Sounds like you two are currently "separated". How long?


----------



## TTN (Sep 9, 2013)

I have been staying at my parents for a short period of time, but today I caught him lying to me which is really sad because we were supposed to go have dinner tonight so we could discuss everything. I feel like there is nothing left to discuss now because I cant keep letting this happen. I have an appointment to go see an apartment this afternoon because I know he will not leave our home so I will I guess that is my next step to making this more permant and really starting to take step forwards to moving on.

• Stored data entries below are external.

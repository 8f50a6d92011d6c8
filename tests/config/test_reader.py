import math
import time

import pytest
from hypothesis import HealthCheck, given, settings
from hypothesis import strategies as st

from swirlight.config.reader import read_text, read_yaml, yaml_text
from swirlight.errors import ConfigError, InputError


@pytest.mark.parametrize(
    ("text", "value"),
    [
        ("1e5", 1e5), ("5e11", 5e11), ("1.0e+5", 1e5), ("5.", 5.0), (".5", 0.5), ("-1e-3", -1e-3),
        ("12", 12), ("017", 17), ("-0", 0), ("true", True), ("False", False), ("null", None),
        ("~", None), ("", None),
        # what YAML 1.1 takes for something else, or the 1.2 schema for a special float, is text
        ("no", "no"), ("on", "on"), ("y", "y"), ("1_000", "1_000"), ("12:30", "12:30"),
        ("2024-01-02", "2024-01-02"), ("0o17", "0o17"), ("0x1F", "0x1F"), (".inf", ".inf"),
        (".nan", ".nan"), ("695e0514", "695e0514"), ("5#c", "5#c"), ('"1e5"', "1e5"), ("=", "="),
    ],
)  # fmt: skip
def test_plain_scalars(text, value):
    read = read_text(f"a: {text}\n", "f").tree["a"]
    assert read == value and type(read) is type(value)


@pytest.mark.parametrize(
    ("text", "message"),
    [
        ("a: 1\nb:\n  c: 1\n  d: 2\n  c: 3\n", "f:5:3: b.c: duplicate key (first given on line 3)"),
        ("1: a\n1: b\n", "f:2:1: 1: duplicate key (first given on line 1)"),
        ("a: &x 1\n", "f:1:4: anchors"),
        ("a: *x\n", "f:1:4: aliases"),
        ("a: !!python/name:os.system 1\n", "f:1:4: the tag"),
        ("a: !t 1\n", "f:1:4: the tag !t is not allowed"),
        ("<<: {a: 1}\n", "f:1:1: merge keys"),
        ("a: 1\n---\nb: 2\n", "f:2:1: a second document"),
        ("%TAG ! tag:x,2000:\n---\na: 1\n", "f:1:1: tag directives"),
        ("? [a, b]\n: 1\n", "f:1:3: a key must be plain text"),
        ("a:\n\tb: 1\n", "f:2:1: a tab; indent with spaces"),
        ("a: @b\n", "f:1:4: text that begins with @ must be quoted"),
        ("a: 'b\n", "f:2:1: not readable as YAML"),
        ("a: [1, 2\nb: 3\n", "f:2:2: not readable as YAML"),
        ("a: " + "[" * 50, "f:1:23: nested deeper than 20 levels"),
        ("[" * 50_000, "f:1:"),
        ("a: 1e999\n", "f:1:4: a: 1e999 is too large"),
        ("a: " + "1" * 5000, "f:1:4: a: a number of 5000 characters"),
        ("a: b\0\n", "f:1:5: the character U+0000"),
        ("a: \ud800\n", "f:1:4: this is not UTF-8"),
        ("[" + "1," * 60_000 + "]", "f:1:100000: more than 50000 values"),
    ],
)
def test_what_the_guard_refuses(text, message):
    with pytest.raises(ConfigError) as caught:
        read_text(text, "f")
    assert str(caught.value).startswith(message)


def test_files_that_cannot_be_read(tmp_path):
    path = tmp_path / "f.yaml"
    with pytest.raises(InputError, match="f.yaml: cannot be read: No such file"):
        read_yaml(path)
    with pytest.raises(InputError, match="cannot be read"):
        read_yaml(tmp_path)
    path.write_bytes(b"a: 1\nb: caf\xe9\n")
    with pytest.raises(ConfigError, match="f.yaml:2:7: byte 0xe9 is not UTF-8"):
        read_yaml(path)
    path.write_bytes("a: 1\n".encode("utf-16"))
    with pytest.raises(ConfigError, match="f.yaml:1:1: byte 0xff is not UTF-8"):
        read_yaml(path)
    path.write_bytes(b"\xef\xbb\xbfa: 1\n")
    assert read_yaml(path).tree == {"a": 1}
    path.write_bytes(b"#" * (2**20 + 1))
    with pytest.raises(ConfigError, match="larger than 1 MiB"):
        read_yaml(path)


def test_alias_bomb_is_refused_at_once():
    bomb = "a0: &a0 [x, x]\n" + "".join(
        f"a{i}: &a{i} [{', '.join([f'*a{i - 1}'] * 9)}]\n" for i in range(1, 10))
    begin = time.perf_counter()
    with pytest.raises(ConfigError, match="anchors"):
        read_text(bomb, "f")
    assert time.perf_counter() - begin < 1.0


def test_places():
    document = read_text("a: 1\nb:\n  - c: 2\n    d: [3, 4]\n", "f")
    assert str(document.place(("b", 0, "d"))) == "f:4:5"
    assert str(document.place(("b", 0, "d", 1))) == "f:4:12"
    assert str(document.place(("b", 0, "missing"))) == "f:3:5"
    assert str(document.place(("missing",))) == "f:1:1"


def test_overrides_make_sections_and_replace_values():
    document = read_text("a:\n  b: 1\nc: [1, 2]\nd:\n", "f")
    for assignment in ("a.b=[x, {y: 2 fs}]", "c[1]=5e3", "d.e.f=no", "g='1'"):
        document.override(assignment)
    assert document.tree == {
        "a": {"b": ["x", {"y": "2 fs"}]}, "c": [1, 5e3], "d": {"e": {"f": "no"}}, "g": "1"}
    assert str(document.place(("a", "b", 1, "y"))) == "--set"
    assert str(document.place(("c", 0))) == "f:3:5"


values = st.recursive(
    st.none() | st.booleans() | st.integers(-(10**30), 10**30) | st.text(max_size=20)
    | st.floats(allow_nan=False, allow_infinity=False)
    | st.sampled_from(["1e5", "08", "12:30", "no", "~", "", "2024-01-02", "0x1", "- a", "a: b"]),
    lambda inner: st.lists(inner, max_size=3) | st.dictionaries(st.text(max_size=8), inner,
                                                                max_size=3),
    max_leaves=8,
)


@settings(max_examples=200, deadline=None)
@given(values)
def test_what_is_written_reads_back(value):
    try:
        read = read_text(yaml_text({"a": value}), "f").tree["a"]
    except ConfigError as error:
        # Two things that plain values may hold and our YAML may not.
        assert "U+" in str(error) or "not UTF-8" in str(error) or "merge keys" in str(error)
        return
    assert read == value
    if isinstance(value, float):
        assert math.copysign(1.0, read) == math.copysign(1.0, value)


@settings(max_examples=300, deadline=5000, suppress_health_check=[HealthCheck.too_slow])
@given(st.text(max_size=200) | st.text("ab:-[]{},&*!|>'\"%@` \n\t#?<0159.e", max_size=60))
def test_any_text_is_a_document_or_a_config_error(text):
    try:
        read_text(text, "f")
    except ConfigError as error:
        assert str(error).startswith("f:") and str(error).isprintable()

It is very terrifing which probably sounds crazy because I am a full grown women, but I am choosing to walk away from my home and family (no kids but pets) because its all I have left that I feel I can do..so sad it has come to this.


----------



## Tron (Jan 31, 2013)

Sorry it has come to this too.

What did he lie about?


----------



## TTN (Sep 9, 2013)

Tron said:


> Sorry it has come to this too.
> 
> What did he lie about?


_Posted via Mobile Device_


----------



## TTN (Sep 9, 2013)

TTN said:


> _Posted via Mobile Device_


He said he been sober 10 months now I find out he slipped up once which probably isn't that bad but it is the lying I can not take...he put us through hell the first time and he has never given us a chance to rebuild because I keep catching him in little lies he says other things are true but he doesn't get the concept of trust is all the time or not...there is no in between...and I being to harsh? I feel like the only choice I have now is to leave do you have any other suggestions I know I am not supposed to give up marriage is a vow but I am lost
_Posted via Mobile Device_


----------